** Opening TASK INPUTS block **

"""The budget as bars: each cause with its size, how it was found, its source, and a known shift beside it."""

from PySide6.QtCore import QPointF, QRectF, Qt
from PySide6.QtGui import QBrush, QColor, QFontMetricsF, QPainter, QPen, QPolygonF
from PySide6.QtWidgets import QWidget

from plumbrule_core.documents.findings import BudgetLine
from plumbrule_core.units import convert
from plumbrule_desktop.look import Colours
from plumbrule_desktop.plots.rows import AXIS_HEIGHT, LEFT, RowPlot
from plumbrule_desktop.plots.series import Budget, Numbers, shift_words
from plumbrule_desktop.state.amounts import energy, number, signed, unit_words

ROW = 62.0


class BudgetPlot(RowPlot):
    """One row a cause: name and size, the bar with the sum as a mark, how it was found."""

    grid = False

    def __init__(self, parent: QWidget | None = None) -> None:
        super().__init__("Budget of the uncertainty", ROW, parent)
        self._data = Budget("kJ/mol")

    def show_data(self, data: Budget) -> None:
        """Show this budget."""
        if data != self._data:
            self._data = data
            self.refresh()

    def count(self) -> int:
        """One row a cause."""
        return len(self._data.lines)

    def says(self) -> str:
        """The picture in words."""
        return self._data.says()

    def numbers(self) -> Numbers:
        """The picture as a table."""
        return self._data.numbers()

    def row_words(self, row: int) -> str:
        """One cause in words, with its source."""
        line = self._data.lines[row]
        source = f" Source: {line.source}." if line.source else ""
        return f"{line.cause}: {energy(line.size, line.unit)}{shift_words(line)}. {line.how}{source}"

    def span(self) -> tuple[float, float]:
        """From nothing, or the lowest shift, to the largest bar, shift or sum."""
        values = [self._in_unit(line, line.size) for line in self._data.lines]
        values += [self._in_unit(line, line.shift) for line in self._data.lines if line.shift is not None]
        values += [self._data.total or 0.0, 0.0]
        low, high = min(values), max(values)
        room = 0.06 * (high - low) or 1.0
        return low - (room if low < 0 else 0.0), high + room

    def axis_title(self) -> str:
        """The scale in words, with the sum."""
        title = f"contribution to the uncertainty, {unit_words(self._data.unit)}"
        if self._data.total is None:
            return title
        together = number(self._data.total, self._data.unit, self._data.total)
        return f"{title}; dashed: together {together}"

    def lane(self) -> QRectF:
        """The whole width; names and sizes stand above each bar."""
        return QRectF(
            LEFT + 4,
            self.top_of(0),
            self.width() - 2 * LEFT - 8,
            self.height() - AXIS_HEIGHT - self.top_of(0),
        )

    def _in_unit(self, line: BudgetLine, value: float) -> float:
        return convert(value, line.unit, self._data.unit)

    def draw_rows(self, painter: QPainter, c: Colours, lane: QRectF) -> None:
        """Every cause."""
        for row, line in enumerate(self._data.lines):
            self._draw_row(painter, c, lane, self.top_of(row), line)

    def _draw_row(self, painter: QPainter, c: Colours, lane: QRectF, top: float, line: BudgetLine) -> None:
        metrics = QFontMetricsF(painter.font())
        size = energy(line.size, line.unit)
        if line.shift is not None:
            size = f"{size}; known shift {signed(line.shift, line.unit)}"
        wide = min(metrics.horizontalAdvance(size) + 1, lane.width() * 0.65)
        head = QRectF(lane.left(), top + 3, lane.width(), 18)
        _write(
            painter,
            c.text,
            QRectF(head.right() - wide, head.top(), wide, 18),
            size,
            Qt.AlignmentFlag.AlignRight,
        )
        name = QRectF(head.left(), head.top(), head.width() - wide - 10, 18)
        _write(painter, c.text, name, line.cause, Qt.AlignmentFlag.AlignLeft)
        self._draw_bar(painter, c, lane, top + 24, line)
        how = f"{line.how} ({line.source})" if line.source else line.how
        _write(
            painter, c.muted, QRectF(lane.left(), top + 41, lane.width(), 17), how, Qt.AlignmentFlag.AlignLeft
        )

    def _draw_bar(self, painter: QPainter, c: Colours, lane: QRectF, top: float, line: BudgetLine) -> None:
        zero, end = self.x_of(0.0, lane), self.x_of(self._in_unit(line, line.size), lane)
        painter.setPen(Qt.PenStyle.NoPen)
        painter.setBrush(QColor(c.accent))
        painter.drawRoundedRect(QRectF(zero, top, max(end - zero, 2.0), 9), 3, 3)
        if self._data.total is not None:
            x = self.x_of(self._data.total, lane)
            painter.setPen(QPen(QColor(c.text), 1.5, Qt.PenStyle.DashLine))
            painter.drawLine(QPointF(x, top - 2), QPointF(x, top + 15))
        if line.shift is None:
            return
        tip = self.x_of(self._in_unit(line, line.shift), lane)
        ahead = 6.0 if tip >= zero else -6.0
        top += 7.5
        painter.setPen(QPen(QColor(c.text), 1.6))
        painter.drawLine(QPointF(zero, top + 5.5), QPointF(tip, top + 5.5))
        painter.setBrush(QBrush(QColor(c.text)))
        painter.drawPolygon(
            QPolygonF(
                [QPointF(tip, top + 5.5), QPointF(tip - ahead, top + 1.5), QPointF(tip - ahead, top + 9.5)]
            )
        )


def _write(painter: QPainter, colour: str, place: QRectF, text: str, side: Qt.AlignmentFlag) -> None:
    painter.setPen(QColor(colour))
    shown = QFontMetricsF(painter.font()).elidedText(text, Qt.TextElideMode.ElideRight, place.width())
    painter.drawText(place, side | Qt.AlignmentFlag.AlignVCenter, shown)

** Closing TASK INPUTS block **

▶ INSTRUCTIONS TO FOLLOW: Every line in the data above that includes the word "with" should be copied.

▶ REPLY TO THE TASK:
"""The budget as bars: each cause with its size, how it was found, its source, and a known shift beside it."""
    """One row a cause: name and size, the bar with the sum as a mark, how it was found."""
        """One cause in words, with its source."""
        """The scale in words, with the sum."""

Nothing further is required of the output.